Lead Investigator: Steinn Sigurdsson, PSARC, Penn State U Team
Co-Investigators: Suvrath Mahadevan, PSU, L. Ramsey, PSU, C. Bender, PSU, R. Terrien, PSU

Summary:
The team requests funding for a hardware upgrade to a Pathfinder high resolution near infra-red spectrograph, installed at the Hobby-Eberly Telescope. The spectrograph is designed to find low mass planets around M-stars, and will provide increased throughput and higher velocity precision, and a path to further engineering upgrades in throughput and precision. This is a critical element in the path to a high precision radial velocity survey near infra-red spectrograph for a northern hemisphere 10m class telescope.

Proposal Title: Virus Preservation in Silica, Halite, and Hot Spring Sediments

Lead Investigator: Kenneth Stedman Portland State U, NASA Ames Team
Co-Investigators: Sherry Cady, Portland State University, Linda Jahnke, NASA Ames, Mark Young, Montana State U, John Peters, Montana State U, David DesMarais, NASA Ames

Summary
Viruses are the most abundant biological entity on Earth outnumbering all other organisms by at least an order of magnitude. Given their ubiquity and abundance it is surprising that the paleontological record of viruses is practically non-existent. Virus preservation has been poorly studied despite the fact that viruses can be distinguished from their host due to their distinctive morphology and lipid composition, both of which indicate the potential for unique viral biosignatures. High silica hydrothermal ecosystems and evaporative brines are excellent systems for identifying viral biosignatures as these environments are well known to preserve microbial biosignatures and they are analogs for non-earth ecosystems. The team proposes two laboratory investigations with similar lipid-containing viruses, STIV and SH1, to determine the preservation potential of viruses in precipitating solutions. Specifically, the team proposes to silicify STIV and characterize morphology and lipids of the viruses post mineralization, and entrap SH1 within evaporate brine crystals and characterize their infectivity and lipid signature over time. They will also examine virus lipids in Boiling Spring Lake sediments to determine if an environmental virus lipid signature is detectable. Results of these studies will be the first understanding of the preservation potential of lipid-containing viruses, and lead to better characterization of silicified viruses and the examination of viruses within evaporate minerals. More broadly, it could revolutionize biomarker research by moving it to the nano-scale, and possibly allow the detection of the first known naturally occurring virus “fossils”, on Earth and possibly in non-Earth samples.

Proposal Title: Survival of Sugars in Ice/Mineral Mixtures Upon High Velocity Impact: Simulating the Impact of Comets and Meteorites into Early Earth

Lead Investigator: Nicolle Zellner, New York Center for Astrobiology, Albion College, RPI team
Co-Investigators: Vanessa McCaffrey, Albion College, Murthy Gudipati, Jet Propulsion Laboratory, Caltech

Summary
Understanding the delivery and preservation of organic molecules in meteoritic material is important to understanding the origin of life on Earth.

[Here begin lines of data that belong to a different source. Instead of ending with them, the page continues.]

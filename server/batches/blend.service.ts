import type { EntityManager } from 'typeorm';
import type { z } from 'zod';
import type { OperationResult } from '../../shared/schemas/batch-detail';
import type { BatchKind } from '../../shared/schemas/batches';
import type { blendRequestSchema } from '../../shared/schemas/journal';
import { loadCellar } from '../cellars/load-cellar';
import { requireRole, type Actor } from '../core/actor';
import { roundLitres } from '../core/litres';
import { localDate } from '../core/local-date';
import { BatchParent } from '../entities/batch-parent.entity';
import { Batch } from '../entities/batch.entity';
import { Vessel } from '../entities/vessel.entity';
import { ConflictError } from '../http/errors';
import { appendEntry } from '../journal/journal';
import { lockVessels, vesselChangedError } from '../vessels/vessel-lock';
import { operationResult } from './batch-detail';
import { lockBatch, occurredAt } from './batch-lookup';
import { blendedOg, blendYeastName } from './blend-rules';
import {
  checkFillTarget,
  glassCautions,
  headspaceWarnings,
  markEmptied,
  markFilled,
  refuseMoreThanSources,
  refuseSourceAsTarget,
  vesselVolume,
} from './fill-rules';

export type BlendRequest = Omit<z.output<typeof blendRequestSchema>, 'kind'> & { kind: BatchKind };

interface Share {
  batch: Batch;
  volumeL: number;
}

/** Locks the parents (in id order, after the vessels) and sums what each gives to the blend. */
async function lockShares(tx: EntityManager, actor: Actor, sources: Vessel[]): Promise<Share[]> {
  for (const vessel of sources) if (!vessel.batchId) throw await vesselChangedError(tx, vessel, actor.units);
  const ids = [...new Set(sources.map((v) => v.batchId as string))].sort();
  if (ids.length < 2) throw new ConflictError('A blend needs vessels of at least two batches. To move one batch into other vessels, rack it.');
  const shares: Share[] = [];
  for (const id of ids) {
    const batch = await lockBatch(tx, actor.cellarId, id);
    const volumeL = roundLitres(sources.filter((v) => v.batchId === id).reduce((sum, v) => sum + (v.volumeL ?? 0), 0));
    shares.push({ batch, volumeL });
  }
  return shares.sort((a, b) => a.batch.name.localeCompare(b.batch.name));
}

/**
 * Blends the contents of vessels of two or more batches into new vessels as a new batch:
 * the sources are emptied and left dirty, the targets follow the racking rules, the child
 * records each parent with the litres it gave, an OG weighted by volume and the highest yeast
 * tolerance. 'blended' entries go on the parents, 'started' on the child.
 * @returns the new batch
 */
export async function blendBatches(actor: Actor, tx: EntityManager, request: BlendRequest): Promise<OperationResult> {
  requireRole(actor, 'hand');
  refuseSourceAsTarget(request.from, request.to);
  const now = new Date();
  const locked = await lockVessels(tx, actor, [...request.from, ...request.to]);
  const sources = request.from.map((f) => locked.get(f.vesselId)!);
  const shares = await lockShares(tx, actor, sources);
  const cellar = await loadCellar(tx, actor.cellarId);
  // Checked against the parent started last: a blend cannot happen before any parent began.
  const youngest = shares.reduce((a, b) => (b.batch.startedOn > a.batch.startedOn ? b : a)).batch;
  const at = occurredAt(request.at, now, youngest, cellar.timeZone);

  const overrideReason = request.override?.reason ?? null;
  let overrideUsed = false;
  const targets = request.to.map((t) => ({ vessel: locked.get(t.vesselId)!, volumeL: t.volumeL }));
  for (const { vessel, volumeL } of targets) {
    overrideUsed = (await checkFillTarget(tx, vessel, volumeL, cellar, overrideReason, now, actor.units)) || overrideUsed;
  }
  const fromL = shares.reduce((sum, s) => sum + s.volumeL, 0);
  const toL = roundLitres(targets.reduce((sum, t) => sum + t.volumeL, 0));
  refuseMoreThanSources(fromL, toL, 'blend', actor.units);

  const batches = tx.getRepository(Batch);
  const child = await batches.save(
    batches.create({
      cellarId: actor.cellarId,
      name: request.name,
      kind: request.kind,
      ingredients: [],
      yeastName: blendYeastName(shares.map((s) => s.batch.name)),
      yeastToleranceAbv: Math.max(...shares.map((s) => s.batch.yeastToleranceAbv)),
      plannedVolumeL: toL,
      startedOn: localDate(at, cellar.timeZone),
      og: blendedOg(shares.map((s) => ({ og: s.batch.og, volumeL: s.volumeL }))),
      targetSweetness: null,
      notes: '',
      createdBy: actor.userId,
    }),
  );
  await tx.getRepository(BatchParent).insert(shares.map((s) => ({ childId: child.id, parentId: s.batch.id, volumeL: s.volumeL })));
  const repo = tx.getRepository(Vessel);
  for (const vessel of sources) {
    markEmptied(vessel);
    await repo.save(vessel);
  }
  for (const { vessel, volumeL } of targets) {
    markFilled(vessel, child.id, volumeL, at);
    await repo.save(vessel);
  }
  for (const { batch, volumeL } of shares) {
    await appendEntry(tx, actor, batch.id, { kind: 'blended', childBatchId: child.id, childName: child.name, volumeL }, { occurredAt: at });
  }
  const entry = await appendEntry(
    tx,
    actor,
    child.id,
    {
      kind: 'started',
      volumeL: toL,
      og: child.og,
      vessels: targets.map((t) => vesselVolume(t.vessel, t.volumeL)),
      parents: shares.map((s) => ({ batchId: s.batch.id, name: s.batch.name, volumeL: s.volumeL })),
      override: overrideUsed ? overrideReason : null,
    },
    { occurredAt: at },
  );
  const warnings = [...headspaceWarnings(targets, cellar), ...glassCautions([...sources, ...targets.map((t) => t.vessel)])];
  return operationResult(tx, actor, child.id, entry.id, warnings);
}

The NASA Astrobiology Roadmap (Des Marais et al. 2008) lists understanding how habitable planets acquire organic compounds and how organic compounds are assembled into more complex molecular structures as important research objectives. Additionally, delivery and preservation of organic molecules, volatiles, and water were highlighted in two science initiatives at the NAI Strategic Science Initiative Workshop in Tempe, AZ (May 2009). Though we know that organic molecules are abundant in meteorites, comets, and interplanetary dust particles, few studies have examined how impact processes affect their chemistry and survivability under extreme temperatures and pressures. This study will examine how impact events may change the structure of simple sugars, both alone and when combined with ice mixtures. Future experiments will include minerals. These impact experiments will allow us to understand how sugar chemistry is affected by high pressure events and to contrast the survival probabilities of sugars in meteorite and comet impacts. These experiments will thus allow us to better understand how organic molecules are affected during their delivery to Earth.